Kemajuan teknologi ini otomatis melahirkan ribuan pewarta otodidak baru yang bernaung di sebaran media sosial tersebut.
Hebatnya, mereka mayoritas, langsung mengklaim dirinya sebagai WARTAWAN.
Hal ini tentu berdampak, pro dan kontra di kalangan masyarakat atas penampilan, ulah dan produknya.
Yang pro, karena mereka senang dengan kecepatan memperoleh informasi tanpa peduli penggunaan bahasa ‘jurnalistik’ di Indonesia yang menganut kalimat singkat, padat, dan mudah dimengerti. (Buku merah Rosihan Anwar, Red)
Yang kontra menilai masih banyak ‘keteteran’ baik dari narasi redaksi penggunaan kosa kata bahasa Indonesia yang baik dan benar. Maupun, wawasan Pewarta dan Redakturnya tentang apa yang diberitakan medianya.
Begitu hasil pengamatan dan perbincangan saya dengan sejumlah pemangku kebijakan serta diskusi kecil dengan sejumlah karib di beberapa warkop yang sempat saya serap belakangan ini.
Sebagai Wartawan yang dianggap sudah banyak pengalaman oleh teman-teman, pertanyaan dan pernyataan ini sangat sering saya terima dan dengar.

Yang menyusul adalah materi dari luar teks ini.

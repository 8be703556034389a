package intpoly

import (
	"context"
	"math/big"
	"slices"
	"testing"

	"example.org/closedform/algebra/internal/zp"
	"github.com/stretchr/testify/require"
)

// lifted returns the lift of f and the degrees its factors may have.
func lifted(t *testing.T, f Poly) (*lift, *big.Int) {
	t.Helper()
	ctx := context.Background()
	c, err := choosePrime(ctx, f)
	require.NoError(t, err)
	local, err := c.field.FactorParts(ctx, c.parts)
	require.NoError(t, err)
	l, err := newLift(ctx, f, c.field, local, factorBound(f))
	require.NoError(t, err)
	return l, c.degrees
}

// requireLift checks f = lc prod factors modulo p^exp > 2 bound.
func requireLift(t *testing.T, l *lift) {
	t.Helper()
	require.Positive(t, l.modulus.Cmp(new(big.Int).Lsh(l.bound, 1)))
	p := new(big.Int).SetUint64(l.field.P)
	require.Zero(t, l.modulus.Cmp(p.Exp(p, big.NewInt(int64(l.exp)), nil)))
	prod := New(l.f.lead())
	for _, g := range l.factors {
		require.Zero(t, g.lead().Cmp(big.NewInt(1)))
		prod = Mul(prod, g)
	}
	requireSame(t, reduceBy(l.f, l.modulus), reduceBy(prod, l.modulus))
}

func TestLift(t *testing.T) {
	for _, f := range []Poly{
		wilkinson(7), cyclotomic(105), translate(swinnertonDyer(2, 3, 5), 1),
		product(randomPolys(6, 4, 4, 30)), product(randomPolys(7, 2, 9, 200)),
	} {
		l, _ := lifted(t, f)
		requireLift(t, l)
		before, low := l.factors, l.modulus
		// Raised with its tree and without, the factors keep their places.
		bare := &lift{f: l.f, field: l.field, bound: l.bound, exp: l.exp, modulus: l.modulus, factors: l.factors}
		for _, m := range []*lift{l, bare} {
			require.NoError(t, m.raise(context.Background(), 2*m.exp+1))
			requireLift(t, m)
			require.Len(t, m.factors, len(before))
			for i, g := range m.factors {
				requireSame(t, before[i], reduceBy(g, low))
			}
		}
		require.Equal(t, l.exp, bare.exp)
	}
}

func TestKnapsackAgreesWithSubsetSearch(t *testing.T) {
	ctx := context.Background()
	for _, f := range []Poly{
		wilkinson(10),
		cyclotomic(105),
		translate(swinnertonDyer(2, 3, 5, 7, 11), 1),
		Mul(translate(swinnertonDyer(2, 3, 5, 7), 1), translate(swinnertonDyer(2, 3, 5, 11), 2)),
		product(randomPolys(8, 7, 3, 20)),
		product([]Poly{cyclotomic(15), cyclotomic(24), cyclotomic(40), ints(-3, 2)}),
	} {
		l, degrees := lifted(t, f)
		s := newSubsets(l, l.factors, degrees)
		require.NoError(t, s.search(ctx, 1<<40))
		require.True(t, s.done())
		fast, err := knapsack(ctx, l, degrees)
		require.NoError(t, err)
		slices.SortFunc(s.found, compare)
		slices.SortFunc(fast, compare)
		require.Len(t, fast, len(s.found))
		for i := range fast {
			requireSame(t, s.found[i], fast[i])
		}
	}
}

func TestKnapsackWithMoreFactorsThanSearched(t *testing.T) {
	for _, f := range []Poly{wilkinson(20), Mul(wilkinson(16), translate(swinnertonDyer(2, 3, 5), 30))} {
		l, degrees := lifted(t, f)
		got, err := knapsack(context.Background(), l, degrees)
		require.NoError(t, err)
		slices.SortFunc(got, compare)
		want := requireFactored(t, f)
		require.Greater(t, len(want), searchUpTo)
		require.Len(t, got, len(want))
		for i := range got {
			requireSame(t, want[i].P, got[i])
		}
	}
}

func TestKnapsackRaisesThePrecision(t *testing.T) {
	ctx := context.Background()
	// An irreducible polynomial has no factor to bound, and precision 1 is
	// too little for any column, whether the lift has a tree or not.
	f := translate(swinnertonDyer(2, 3, 5, 7, 11, 13), 1)
	for _, tree := range []bool{true, false} {
		l, degrees := lifted(t, f)
		local := make([]zp.Poly, len(l.factors))
		for i, g := range l.factors {
			local[i] = reduce(g, l.field)
		}
		low, err := newLift(ctx, f, l.field, local, big.NewInt(1))
		require.NoError(t, err)
		require.Equal(t, 1, low.exp)
		if !tree {
			low.root, low.words = nil, nil
		}
		got, err := knapsack(ctx, low, degrees)
		require.NoError(t, err)
		require.Len(t, got, 1)
		requireSame(t, f, got[0])
		require.Greater(t, low.exp, 1)
	}
}

func TestRecombineByBothWays(t *testing.T) {
	// Small factors are found by the search, the rest by the lattice.
	f := product([]Poly{
		translate(swinnertonDyer(2, 3, 5, 7, 11, 13), 1), ints(-1000, 3), ints(7, 0, 5, 1), translate(swinnertonDyer(2, 3, 5, 7, 11), 2),
	})
	require.Equal(t, "1^1 3^1 32^1 64^1 ", shape(requireFactored(t, f)))
}

// TestKnapsackLatticeKeepsTrueFactors adds every column of several precisions
// and checks that the classes always lie within the true factors and end as
// exactly those.
func TestKnapsackLatticeKeepsTrueFactors(t *testing.T) {
	ctx := context.Background()
	parts := []Poly{
		translate(swinnertonDyer(2, 3, 5), 1), translate(swinnertonDyer(2, 3, 7), 2), cyclotomic(16), cyclotomic(15),
	}
	l, _ := lifted(t, product(parts))
	owner := func(g Poly) int {
		return slices.IndexFunc(parts, func(p Poly) bool {
			return len(l.field.RemPoly(reduce(p, l.field), reduce(g, l.field))) == 0
		})
	}
	k := newKnapsackLattice(l)
	require.Len(t, k.classes(), len(l.factors))
	bounds, err := logDerivativeBound(ctx, l.f)
	require.NoError(t, err)
	added := 0
	for range 3 {
		columns, err := logDerivatives(ctx, l)
		require.NoError(t, err)
		for i := range bounds {
			ok, err := k.add(ctx, columns, i, bounds[i])
			require.NoError(t, err)
			if ok {
				added++
			}
			require.GreaterOrEqual(t, len(k.rows), len(parts))
			for _, class := range k.classes() {
				for _, g := range class {
					require.Equal(t, owner(class[0]), owner(g))
				}
			}
		}
		require.NoError(t, l.raise(ctx, 2*l.exp))
	}
	require.Greater(t, added, l.f.Degree(), "later rounds use further digits")
	require.Len(t, k.classes(), len(parts))
	require.Len(t, k.rows, len(parts))
}

func TestFactorBounds(t *testing.T) {
	s := rng(31)
	for range 200 {
		g := randomPoly(s.next(), int(s.next()%6)+1, int(s.next()%40)+1)
		h := randomPoly(s.next(), g.Degree()+int(s.next()%5), int(s.next()%40)+1)
		f := Mul(g, h)
		b := factorBound(f)
		for _, c := range g { // (lc(f)/lc(g)) g = lc(h) g
			require.LessOrEqual(t, new(big.Int).Mul(c, h.lead()).CmpAbs(b), 0)
		}
		bounds, err := logDerivativeBound(context.Background(), f)
		require.NoError(t, err)
		require.Len(t, bounds, f.Degree())
		for i, c := range Mul(h, g.Derivative()) { // f g'/g
			most := new(big.Int).Mul(bounds[i], big.NewInt(int64(g.Degree())))
			require.LessOrEqual(t, c.CmpAbs(most), 0)
		}
	}
	// Extreme: all roots at -1.
	f := ints(1)
	for range 40 {
		f = Mul(f, ints(1, 1))
	}
	g := ints(1)
	for range 20 {
		g = Mul(g, ints(1, 1))
	}
	b := factorBound(f)
	for _, c := range g {
		require.LessOrEqual(t, c.CmpAbs(b), 0)
	}
}

func TestInflationProofsAreTrue(t *testing.T) {
	ctx := context.Background()
	proven, reducible := 0, 0
	for a := int64(-6); a <= 6; a++ {
		for b := int64(-4); b <= 4; b++ {
			for _, h := range []Poly{ints(a, 1), ints(a, b, 1), ints(a, b, 0, 1), ints(a, b, 1, 3)} {
				if a == 0 {
					continue
				}
				if f := requireFactored(t, h); len(f) != 1 || f[0].Mult != 1 {
					continue
				}
				for _, l := range []int{2, 3, 5} {
					irreducible, err := staysIrreducible(ctx, h, l)
					require.NoError(t, err)
					plain, err := factorDense(ctx, inflate(h, l))
					require.NoError(t, err)
					if irreducible {
						proven++
						require.Len(t, plain, 1, "%v at %d", h, l)
					} else if len(plain) > 1 {
						reducible++
					}
					requireSame(t, h, deflate(inflate(h, l), l))
				}
			}
		}
	}
	require.Greater(t, proven, 500)
	require.Greater(t, reducible, 10)
}

func TestExactRoot(t *testing.T) {
	for _, x := range borders() {
		for _, n := range []int{2, 3, 5, 7} {
			pow := new(big.Int).Exp(x, big.NewInt(int64(n)), nil)
			r, ok := exactRoot(pow, n)
			require.True(t, ok)
			if n == 2 {
				require.Zero(t, r.CmpAbs(x))
			} else {
				require.Zero(t, r.Cmp(x))
			}
			if x.BitLen() > 1 {
				for _, d := range []int64{-1, 1} {
					_, ok = exactRoot(new(big.Int).Add(pow, big.NewInt(d)), n)
					require.False(t, ok)
				}
			}
		}
	}
	_, ok := exactRoot(big.NewInt(-4), 2)
	require.False(t, ok)
}

func TestDivRemMonic(t *testing.T) {
	m := new(big.Int).Exp(big.NewInt(13), big.NewInt(20), nil)
	for i := range 20 {
		a := reduceBy(randomPoly(uint64(i), 3*i, 90), m)
		b := reduceBy(Add(randomPoly(uint64(i+50), i, 90), powerMinus(i+1, 0)), m)
		q, r := divRemMonic(a, b, m)
		require.Less(t, len(r), len(b))
		requireSame(t, a, reduceBy(Add(Mul(q, b), r), m))
	}
}

func TestSymmetricResidues(t *testing.T) {
	m := big.NewInt(27)
	for x := int64(-60); x <= 60; x++ {
		r := symmetricInt(big.NewInt(x), m).Int64()
		require.Zero(t, (x-r)%27)
		require.LessOrEqual(t, r, int64(13))
		require.GreaterOrEqual(t, r, int64(-13))
	}
	f := zp.NewField(13)
	requireSame(t, ints(12, 1), fromField(f.NewPoly(12, 14)))
}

Tak jelas maksudnya, apakah atas kepedulian atau keingintahuannya tentang proses menjadi Wartawan dan kewartawanan itu sendiri.
Terus terang, saya senang karena profesi Wartawan ini sudah banyak dilirik, dipeduli dan diamati kalangan masyarakat dibanding dua jaman yang saya lalui sebelumnya ketika jadi Penyiar radio serta bekerja dan berkarya di media konvensional seperti cetak dan elektronik.
Jawaban saya selalu singkat sambil berkias saja, bahwa : “Semua yang namanya baru, biasanya, berlebihan di dalam kekurangannya”.